Problem description: The response must restate all of the data word for word.

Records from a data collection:
************

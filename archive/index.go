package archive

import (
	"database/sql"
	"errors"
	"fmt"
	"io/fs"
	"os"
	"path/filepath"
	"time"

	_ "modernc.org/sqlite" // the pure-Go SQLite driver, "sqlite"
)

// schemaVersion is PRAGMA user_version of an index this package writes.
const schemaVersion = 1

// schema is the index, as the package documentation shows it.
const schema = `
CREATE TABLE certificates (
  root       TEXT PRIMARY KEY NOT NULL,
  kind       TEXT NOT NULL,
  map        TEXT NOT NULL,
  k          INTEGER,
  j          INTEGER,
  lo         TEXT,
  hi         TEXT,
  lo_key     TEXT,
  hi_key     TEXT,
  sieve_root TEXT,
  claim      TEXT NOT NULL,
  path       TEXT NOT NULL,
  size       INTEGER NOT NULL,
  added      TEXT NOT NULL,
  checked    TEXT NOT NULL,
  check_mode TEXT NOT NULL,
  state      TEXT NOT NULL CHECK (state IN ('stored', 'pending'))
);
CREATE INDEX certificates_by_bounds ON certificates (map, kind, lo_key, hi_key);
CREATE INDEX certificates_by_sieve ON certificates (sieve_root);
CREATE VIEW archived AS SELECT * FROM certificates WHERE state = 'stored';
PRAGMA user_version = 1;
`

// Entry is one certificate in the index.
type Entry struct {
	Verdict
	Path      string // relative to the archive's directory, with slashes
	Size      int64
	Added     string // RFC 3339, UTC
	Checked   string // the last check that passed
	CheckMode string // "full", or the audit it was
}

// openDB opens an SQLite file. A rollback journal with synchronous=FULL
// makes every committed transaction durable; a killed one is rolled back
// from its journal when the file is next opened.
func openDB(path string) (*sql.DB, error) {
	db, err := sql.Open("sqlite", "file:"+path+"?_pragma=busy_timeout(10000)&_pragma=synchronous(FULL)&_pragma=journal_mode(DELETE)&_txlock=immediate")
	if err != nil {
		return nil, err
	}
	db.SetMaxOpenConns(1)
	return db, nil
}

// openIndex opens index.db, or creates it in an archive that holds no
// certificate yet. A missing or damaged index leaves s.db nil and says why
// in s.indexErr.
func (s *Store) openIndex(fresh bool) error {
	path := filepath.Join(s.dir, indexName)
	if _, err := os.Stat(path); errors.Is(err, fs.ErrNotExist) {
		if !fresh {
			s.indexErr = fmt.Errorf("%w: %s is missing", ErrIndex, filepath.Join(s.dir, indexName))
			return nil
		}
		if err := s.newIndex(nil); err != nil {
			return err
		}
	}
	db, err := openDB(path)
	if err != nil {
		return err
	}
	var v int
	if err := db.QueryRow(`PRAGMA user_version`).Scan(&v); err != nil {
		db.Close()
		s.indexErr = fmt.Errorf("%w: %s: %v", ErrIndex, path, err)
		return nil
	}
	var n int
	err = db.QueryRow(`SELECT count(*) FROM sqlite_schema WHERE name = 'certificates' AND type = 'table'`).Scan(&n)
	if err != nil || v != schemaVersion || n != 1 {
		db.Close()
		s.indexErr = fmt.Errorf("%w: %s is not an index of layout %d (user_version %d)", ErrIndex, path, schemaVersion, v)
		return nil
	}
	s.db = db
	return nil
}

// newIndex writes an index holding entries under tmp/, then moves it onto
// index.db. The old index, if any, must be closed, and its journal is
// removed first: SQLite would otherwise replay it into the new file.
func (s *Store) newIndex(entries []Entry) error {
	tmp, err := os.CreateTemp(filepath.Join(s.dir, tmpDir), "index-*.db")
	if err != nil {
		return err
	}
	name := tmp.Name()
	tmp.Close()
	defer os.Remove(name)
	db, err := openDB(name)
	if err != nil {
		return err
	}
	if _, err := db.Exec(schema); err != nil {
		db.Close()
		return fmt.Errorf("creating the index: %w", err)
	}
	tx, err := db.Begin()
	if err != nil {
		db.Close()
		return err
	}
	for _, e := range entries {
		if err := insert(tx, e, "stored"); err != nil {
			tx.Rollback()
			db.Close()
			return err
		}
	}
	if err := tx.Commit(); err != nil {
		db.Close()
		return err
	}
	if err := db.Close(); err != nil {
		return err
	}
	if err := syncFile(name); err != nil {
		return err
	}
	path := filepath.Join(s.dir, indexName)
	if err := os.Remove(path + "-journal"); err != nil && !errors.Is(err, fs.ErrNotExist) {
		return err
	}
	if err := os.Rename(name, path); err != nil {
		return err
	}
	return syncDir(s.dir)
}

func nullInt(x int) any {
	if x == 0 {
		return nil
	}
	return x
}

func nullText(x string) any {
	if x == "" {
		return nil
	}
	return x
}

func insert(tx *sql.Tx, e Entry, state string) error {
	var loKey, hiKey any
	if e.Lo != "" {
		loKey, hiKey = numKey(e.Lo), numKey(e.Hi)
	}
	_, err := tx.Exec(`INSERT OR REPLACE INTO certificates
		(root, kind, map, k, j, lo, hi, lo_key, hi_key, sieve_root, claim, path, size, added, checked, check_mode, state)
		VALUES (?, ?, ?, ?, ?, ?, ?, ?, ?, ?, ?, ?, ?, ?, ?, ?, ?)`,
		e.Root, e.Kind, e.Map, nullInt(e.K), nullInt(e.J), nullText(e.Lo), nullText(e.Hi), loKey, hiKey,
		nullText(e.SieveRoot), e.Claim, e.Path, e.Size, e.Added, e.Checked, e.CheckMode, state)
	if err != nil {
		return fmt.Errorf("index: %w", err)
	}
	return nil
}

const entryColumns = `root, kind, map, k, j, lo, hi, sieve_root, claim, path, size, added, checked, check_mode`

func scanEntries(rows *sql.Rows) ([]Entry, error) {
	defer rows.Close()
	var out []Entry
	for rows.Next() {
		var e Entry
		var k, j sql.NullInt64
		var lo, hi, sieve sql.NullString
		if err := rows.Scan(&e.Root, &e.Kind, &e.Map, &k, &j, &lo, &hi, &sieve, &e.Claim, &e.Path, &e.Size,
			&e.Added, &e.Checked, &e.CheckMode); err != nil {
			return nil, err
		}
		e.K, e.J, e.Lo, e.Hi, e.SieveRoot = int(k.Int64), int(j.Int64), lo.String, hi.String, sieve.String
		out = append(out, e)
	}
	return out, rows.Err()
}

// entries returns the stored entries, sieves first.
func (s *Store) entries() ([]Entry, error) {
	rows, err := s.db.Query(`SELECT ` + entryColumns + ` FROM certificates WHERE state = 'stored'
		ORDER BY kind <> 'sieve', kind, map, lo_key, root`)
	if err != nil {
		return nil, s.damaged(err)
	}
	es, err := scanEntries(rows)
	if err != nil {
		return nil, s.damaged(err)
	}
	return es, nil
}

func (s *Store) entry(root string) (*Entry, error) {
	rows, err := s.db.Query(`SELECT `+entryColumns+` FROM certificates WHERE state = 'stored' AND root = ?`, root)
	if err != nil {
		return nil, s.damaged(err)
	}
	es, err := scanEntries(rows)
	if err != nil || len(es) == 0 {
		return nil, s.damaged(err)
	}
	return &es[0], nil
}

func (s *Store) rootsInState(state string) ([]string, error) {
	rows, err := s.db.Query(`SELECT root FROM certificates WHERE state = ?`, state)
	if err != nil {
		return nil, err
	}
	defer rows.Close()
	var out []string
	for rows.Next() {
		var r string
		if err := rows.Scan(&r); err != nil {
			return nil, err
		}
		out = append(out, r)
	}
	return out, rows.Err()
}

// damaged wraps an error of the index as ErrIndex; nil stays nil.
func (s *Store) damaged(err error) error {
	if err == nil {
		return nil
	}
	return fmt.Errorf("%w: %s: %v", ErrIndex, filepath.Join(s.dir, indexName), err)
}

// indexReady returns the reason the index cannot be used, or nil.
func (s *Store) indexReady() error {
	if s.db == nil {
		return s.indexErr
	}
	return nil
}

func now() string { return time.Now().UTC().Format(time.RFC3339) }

************

Your solution:
filename archive/index.go
package archive

import (
	"database/sql"
	"errors"
	"fmt"
	"io/fs"
	"os"
	"path/filepath"
	"time"

	_ "modernc.org/sqlite" // the pure-Go SQLite driver, "sqlite"
)

// schemaVersion is PRAGMA user_version of an index this package writes.
const schemaVersion = 1

// schema is the index, as the package documentation shows it.
const schema = `
CREATE TABLE certificates (
  root       TEXT PRIMARY KEY NOT NULL,
  kind       TEXT NOT NULL,
  map        TEXT NOT NULL,
  k          INTEGER,
  j          INTEGER,
  lo         TEXT,
  hi         TEXT,
  lo_key     TEXT,
  hi_key     TEXT,
  sieve_root TEXT,
  claim      TEXT NOT NULL,
  path       TEXT NOT NULL,
  size       INTEGER NOT NULL,
  added      TEXT NOT NULL,
  checked    TEXT NOT NULL,
  check_mode TEXT NOT NULL,
  state      TEXT NOT NULL CHECK (state IN ('stored', 'pending'))
);
CREATE INDEX certificates_by_bounds ON certificates (map, kind, lo_key, hi_key);
CREATE INDEX certificates_by_sieve ON certificates (sieve_root);
CREATE VIEW archived AS SELECT * FROM certificates WHERE state = 'stored';
PRAGMA user_version = 1;
`

// Entry is one certificate in the index.
type Entry struct {
	Verdict
	Path      string // relative to the archive's directory, with slashes
	Size      int64
	Added     string // RFC 3339, UTC
	Checked   string // the last check that passed
	CheckMode string // "full", or the audit it was
}

// openDB opens an SQLite file. A rollback journal with synchronous=FULL
// makes every committed transaction durable; a killed one is rolled back
// from its journal when the file is next opened.
func openDB(path string) (*sql.DB, error) {
	db, err := sql.Open("sqlite", "file:"+path+"?_pragma=busy_timeout(10000)&_pragma=synchronous(FULL)&_pragma=journal_mode(DELETE)&_txlock=immediate")
	if err != nil {
		return nil, err
	}
	db.SetMaxOpenConns(1)
	return db, nil
}

// openIndex opens index.db, or creates it in an archive that holds no
// certificate yet. A missing or damaged index leaves s.db nil and says why
// in s.indexErr.
func (s *Store) openIndex(fresh bool) error {
	path := filepath.Join(s.dir, indexName)
	if _, err := os.Stat(path); errors.Is(err, fs.ErrNotExist) {
		if !fresh {
			s.indexErr = fmt.Errorf("%w: %s is missing", ErrIndex, filepath.Join(s.dir, indexName))
			return nil
		}
		if err := s.newIndex(nil); err != nil {
			return err
		}
	}
	db, err := openDB(path)
	if err != nil {
		return err
	}
	var v int
	if err := db.QueryRow(`PRAGMA user_version`).Scan(&v); err != nil {
		db.Close()
		s.indexErr = fmt.Errorf("%w: %s: %v", ErrIndex, path, err)
		return nil
	}
	var n int
	err = db.QueryRow(`SELECT count(*) FROM sqlite_schema WHERE name = 'certificates' AND type = 'table'`).Scan(&n)
	if err != nil || v != schemaVersion || n != 1 {
		db.Close()
		s.indexErr = fmt.Errorf("%w: %s is not an index of layout %d (user_version %d)", ErrIndex, path, schemaVersion, v)
		return nil
	}
	s.db = db
	return nil
}

// newIndex writes an index holding entries under tmp/, then moves it onto
// index.db. The old index, if any, must be closed, and its journal is
// removed first: SQLite would otherwise replay it into the new file.
func (s *Store) newIndex(entries []Entry) error {
	tmp, err := os.CreateTemp(filepath.Join(s.dir, tmpDir), "index-*.db")
	if err != nil {
		return err
	}
	name := tmp.Name()
	tmp.Close()
	defer os.Remove(name)
	db, err := openDB(name)
	if err != nil {
		return err
	}
	if _, err := db.Exec(schema); err != nil {
		db.Close()
		return fmt.Errorf("creating the index: %w", err)
	}
	tx, err := db.Begin()
	if err != nil {
		db.Close()
		return err
	}
	for _, e := range entries {
		if err := insert(tx, e, "stored"); err != nil {
			tx.Rollback()
			db.Close()
			return err
		}
	}
	if err := tx.Commit(); err != nil {
		db.Close()
		return err
	}
	if err := db.Close(); err != nil {
		return err
	}
	if err := syncFile(name); err != nil {
		return err
	}
	path := filepath.Join(s.dir, indexName)
	if err := os.Remove(path + "-journal"); err != nil && !errors.Is(err, fs.ErrNotExist) {
		return err
	}
	if err := os.Rename(name, path); err != nil {
		return err
	}
	return syncDir(s.dir)
}

func nullInt(x int) any {
	if x == 0 {
		return nil
	}
	return x
}

func nullText(x string) any {
	if x == "" {
		return nil
	}
	return x
}

func insert(tx *sql.Tx, e Entry, state string) error {
	var loKey, hiKey any
	if e.Lo != "" {
		loKey, hiKey = numKey(e.Lo), numKey(e.Hi)
	}
	_, err := tx.Exec(`INSERT OR REPLACE INTO certificates
		(root, kind, map, k, j, lo, hi, lo_key, hi_key, sieve_root, claim, path, size, added, checked, check_mode, state)
		VALUES (?, ?, ?, ?, ?, ?, ?, ?, ?, ?, ?, ?, ?, ?, ?, ?, ?)`,
		e.Root, e.Kind, e.Map, nullInt(e.K), nullInt(e.J), nullText(e.Lo), nullText(e.Hi), loKey, hiKey,
		nullText(e.SieveRoot), e.Claim, e.Path, e.Size, e.Added, e.Checked, e.CheckMode, state)
	if err != nil {
		return fmt.Errorf("index: %w", err)
	}
	return nil
}

const entryColumns = `root, kind, map, k, j, lo, hi, sieve_root, claim, path, size, added, checked, check_mode`

func scanEntries(rows *sql.Rows) ([]Entry, error) {
	defer rows.Close()
	var out []Entry
	for rows.Next() {
		var e Entry
		var k, j sql.NullInt64
		var lo, hi, sieve sql.NullString
		if err := rows.Scan(&e.Root, &e.Kind, &e.Map, &k, &j, &lo, &hi, &sieve, &e.Claim, &e.Path, &e.Size,
			&e.Added, &e.Checked, &e.CheckMode); err != nil {
			return nil, err
		}
		e.K, e.J, e.Lo, e.Hi, e.SieveRoot = int(k.Int64), int(j.Int64), lo.String, hi.String, sieve.String
		out = append(out, e)
	}
	return out, rows.Err()
}

// entries returns the stored entries, sieves first.
func (s *Store) entries() ([]Entry, error) {
	rows, err := s.db.Query(`SELECT ` + entryColumns + ` FROM certificates WHERE state = 'stored'
		ORDER BY kind <> 'sieve', kind, map, lo_key, root`)
	if err != nil {
		return nil, s.damaged(err)
	}
	es, err := scanEntries(rows)
	if err != nil {
		return nil, s.damaged(err)
	}
	return es, nil
}

func (s *Store) entry(root string) (*Entry, error) {
	rows, err := s.db.Query(`SELECT `+entryColumns+` FROM certificates WHERE state = 'stored' AND root = ?`, root)
	if err != nil {
		return nil, s.damaged(err)
	}
	es, err := scanEntries(rows)
	if err != nil || len(es) == 0 {
		return nil, s.damaged(err)
	}
	return &es[0], nil
}

func (s *Store) rootsInState(state string) ([]string, error) {
	rows, err := s.db.Query(`SELECT root FROM certificates WHERE state = ?`, state)
	if err != nil {
		return nil, err
	}
	defer rows.Close()
	var out []string
	for rows.Next() {
		var r string
		if err := rows.Scan(&r); err != nil {
			return nil, err
		}
		out = append(out, r)
	}
	return out, rows.Err()
}

// damaged wraps an error of the index as ErrIndex; nil stays nil.
func (s *Store) damaged(err error) error {
	if err == nil {
		return nil
	}
	return fmt.Errorf("%w: %s: %v", ErrIndex, filepath.Join(s.dir, indexName), err)
}

// indexReady returns the reason the index cannot be used, or nil.
func (s *Store) indexReady() error {
	if s.db == nil {
		return s.indexErr
	}
	return nil
}

func now() string { return time.Now().UTC().Format(time.RFC3339) }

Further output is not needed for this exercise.